Automatic cancer nuclei segmentation on histological images: comparison study of deep learning methods

• Published in: Biotechnology and bioprocess engineering Vol. 29; no. 6; pp. 1034 - 1047
• Main Authors: Gabdullin, Maratbek T., Mukasheva, Assel, Koishiyeva, Dina, Umarov, Timur, Bissembayev, Alibek, Kim, Ki-Sub, Kang, Jeong Won
• Format: Journal Article
• Language: English
• Published: Seoul The Korean Society for Biotechnology and Bioengineering 01.12.2024; Springer Nature B.V; 한국생물공학회
• Subjects: Artificial intelligence; Biomedical engineering; Biotechnology; Cancer; Cell culture; Chemistry; Chemistry and Materials Science; color; Data analysis; Data augmentation; data collection; Data science; Deep learning; Digital imaging; Health problems; Histology; Image processing; Image segmentation; Industrial and Production Engineering; Medical imaging; neoplasm cells; Nuclei; Nuclei (cytology); Research Paper; Segmentation; 생물공학; Augmentation; Histology; Convolutional neural networks; Medical segmentation; Cancer
• ISSN: 1226-8372; 1976-3816
• DOI: 10.1007/s12257-024-00130-5

Cancer is one of the most common health problems affecting individuals worldwide. In the field of biomedical engineering, one of the main methods for cancer diagnosis is the analysis of histological images of tissue structures and cell nuclei using artificial intelligence.

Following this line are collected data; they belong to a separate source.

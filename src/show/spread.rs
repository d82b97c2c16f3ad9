//! What tolerances make of the margins, for the eye and as JSON.

use std::fmt::Write as _;

use serde::Serialize;

use super::table::plain_table;
use crate::study::{Carried, MarginSpread, Spread};

/// Most tolerances named in a row, and the least share that is.
const NAMED: usize = 3;
const LEAST_SHARE: f64 = 0.01;

/// The table of spreads of nets with their names and nominal margins, in the order given; nothing where no tolerance was
/// drawn.
pub(super) fn push_spreads<'n>(
    text: &mut String,
    spreads: impl Iterator<Item = (&'n str, Option<f64>, &'n Spread)>,
) {
    let spreads: Vec<_> = spreads.collect();
    let Some((_, _, first)) = spreads.first() else {
        return;
    };
    let header = [
        "net",
        "nominal\ndB",
        "mean\ndB",
        "sigma\ndB",
        "5 % below\ndB",
        "5 % above\ndB",
        "carried by",
    ];
    let mut table = plain_table(&header, &[1, 2, 3, 4, 5]);
    for (name, nominal, spread) in &spreads {
        let mut cells = vec![(*name).to_owned(), nominal.map_or("-".into(), decibels)];
        match &spread.margins {
            Some(margins) => cells.extend(figures(margins)),
            None => cells.extend(["-"; 5].map(String::from)),
        }
        table.add_row(cells);
    }
    let _ = writeln!(
        text,
        "\nWhat tolerances make of the margins ({} draws a net; the chances of failing above are over them):\n",
        first.draws
    );
    for line in table.lines() {
        text.push_str(line.trim_end());
        text.push('\n');
    }
    for (name, _, spread) in spreads {
        if let Some(reason) = &spread.first_failure {
            let _ = writeln!(
                text,
                "  {name}: {} of {} draws are left out, the first because {reason}",
                spread.failed, spread.draws
            );
        }
    }
}

fn figures(margins: &MarginSpread) -> [String; 5] {
    [
        decibels(margins.mean_db),
        decibels(margins.sd_db),
        decibels(margins.low_db),
        decibels(margins.high_db),
        margins
            .carried
            .as_ref()
            .map_or("(too few draws to tell)".into(), carriers),
    ]
}

fn decibels(value_db: f64) -> String {
    // A margin of -0.04 is 0.0, not -0.0.
    format!("{:.1}", (value_db * 10.0).round() / 10.0 + 0.0)
}

/// `60 % strong-cmos rise, 31 % path item 1 series, 9 % none alone`.
fn carriers(carried: &Carried) -> String {
    let (named, rest) = carried.by.split_at(carried.by.len().min(NAMED));
    let rest: f64 = rest.iter().map(|carried| carried.share).sum();
    let words = named
        .iter()
        .map(|carried| (carried.share, carried.name.as_str()))
        .chain([(rest, "others"), (carried.unexplained, "none alone")])
        .filter(|(share, _)| *share >= LEAST_SHARE)
        .map(|(share, name)| format!("{:.0} % {name}", 100.0 * share));
    let words: Vec<String> = words.collect();
    if words.is_empty() {
        return "-".into();
    }
    words.join(", ")
}

/// A spread in the JSON. Fields are a contract.
#[derive(Serialize)]
pub(super) struct SpreadEntry<'a> {
    draws: usize,
    failed_draws: usize,
    first_failure: Option<&'a str>,
    mean_margin_db: Option<f64>,
    sigma_db: Option<f64>,
    margin_5_percent_db: Option<f64>,
    margin_95_percent_db: Option<f64>,
    tolerances: Vec<ToleranceEntry<'a>>,
    unexplained_share: Option<f64>,
}

#[derive(Serialize)]
struct ToleranceEntry<'a> {
    name: &'a str,
    share: f64,
}

pub(super) fn spread_entry(spread: &Spread) -> SpreadEntry<'_> {
    let margins = spread.margins.as_ref();
    let carried = margins.and_then(|margins| margins.carried.as_ref());
    SpreadEntry {
        draws: spread.draws,
        failed_draws: spread.failed,
        first_failure: spread.first_failure.as_deref(),
        mean_margin_db: margins.map(|margins| margins.mean_db),
        sigma_db: margins.map(|margins| margins.sd_db),
        margin_5_percent_db: margins.map(|margins| margins.low_db),
        margin_95_percent_db: margins.map(|margins| margins.high_db),
        tolerances: carried
            .map_or(&[][..], |carried| &carried.by)
            .iter()
            .map(|by| ToleranceEntry {
                name: &by.name,
                share: by.share,
            })
            .collect(),
        unexplained_share: carried.map(|carried| carried.unexplained),
    }
}

#[cfg(test)]
mod tests {
    use super::*;
    use crate::show::samples;
    use crate::study::{CarriedBy, NetResult};

    fn spreads(net: &NetResult) -> impl Iterator<Item = (&str, Option<f64>, &Spread)> {
        let nominal_db = net.worst.as_ref().map(|worst| worst.margin_db);
        let spread = net.spread.iter();
        spread.map(move |spread| (net.name.as_str(), nominal_db, spread))
    }

    fn net() -> NetResult {
        let by = |(name, share): (&str, f64)| CarriedBy {
            name: name.into(),
            share,
        };
        let mut net = samples::net("CAM_PCLK", 48e6, 20);
        net.spread = Some(Spread {
            draws: 256,
            failed: 2,
            first_failure: Some("the edges do not fit".into()),
            margins: Some(MarginSpread {
                mean_db: -0.04,
                sd_db: 1.26,
                low_db: -2.0,
                high_db: 2.1,
                chance_of_failing: 0.5,
                carried: Some(Carried {
                    by: [
                        ("strong rise", 0.6),
                        ("path item 1 series", 0.2),
                        ("input capacitance", 0.004),
                        ("outer height", 0.03),
                    ]
                    .map(by)
                    .into(),
                    unexplained: 0.166,
                }),
            }),
        });
        net
    }

    #[test]
    fn a_row_names_what_carries_the_spread() {
        let mut text = String::new();
        push_spreads(&mut text, spreads(&net()));
        let row = text
            .lines()
            .find(|line| line.starts_with("CAM_PCLK"))
            .expect("a row");
        let cells: Vec<&str> = row.split_whitespace().take(6).collect();
        assert_eq!(cells, ["CAM_PCLK", "-1.5", "0.0", "1.3", "-2.0", "2.1"]);
        assert!(
            row.ends_with("60 % strong rise, 20 % path item 1 series, 3 % others, 17 % none alone"),
            "{row}"
        );
        assert!(text.contains("2 of 256 draws are left out, the first because the edges"));
        assert!(text.contains("256 draws a net"));
    }

    #[test]
    fn nothing_is_said_where_nothing_was_drawn() {
        let mut text = String::new();
        push_spreads(&mut text, spreads(&samples::net("CAM_PCLK", 48e6, 20)));
        assert_eq!(text, "");
    }

    #[test]
    fn the_json_has_the_names_of_its_contract() {
        let net = net();
        let entry = spread_entry(net.spread.as_ref().expect("a spread"));
        let json = serde_json::to_value(entry).expect("plain data");
        let keys: Vec<&str> = json
            .as_object()
            .expect("an object")
            .keys()
            .map(String::as_str)
            .collect();
        assert_eq!(
            keys,
            [
                "draws",
                "failed_draws",
                "first_failure",
                "margin_5_percent_db",
                "margin_95_percent_db",
                "mean_margin_db",
                "sigma_db",
                "tolerances",
                "unexplained_share"
            ]
        );
        assert_eq!(json["tolerances"][0]["name"], "strong rise");
        assert_eq!(json["tolerances"][0]["share"], 0.6);
    }
}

Here, we compared the performance of 15 deep learning methods viz: UNet, Deep-UNet, UNet-CBAM, RA-UNet, SA-Unet and Nuclei-SegNet, UNet-VGG2016, UNet-Resnet-101, TransResUNet, Inception-UNet, Att-UNet++ , FF-UNet, Att-UNet, Res-UNet and a new model, DanNucNet, in pathological nuclei segmentation on tissue slices from different organs on five open datasets: MoNuSeg, CoNSeP, CryoNuSeg, Data Science Bowl, and NuInsSeg. Before training on the data, the pixel intensity and color distribution were analyzed, and different augmentation techniques were applied. The results showed that the UNet-based model with 34.57 million Deep-UNet parameters performed the best, outperforming all models in terms of the Dice coefficient from 3.13 to 22.91%. The implementation of Deep-UNet in this context provides a valuable tool for accurate extraction of cancer cell nuclei from histological images, which in turn will contribute to further developments in cancer pathology and digital histology.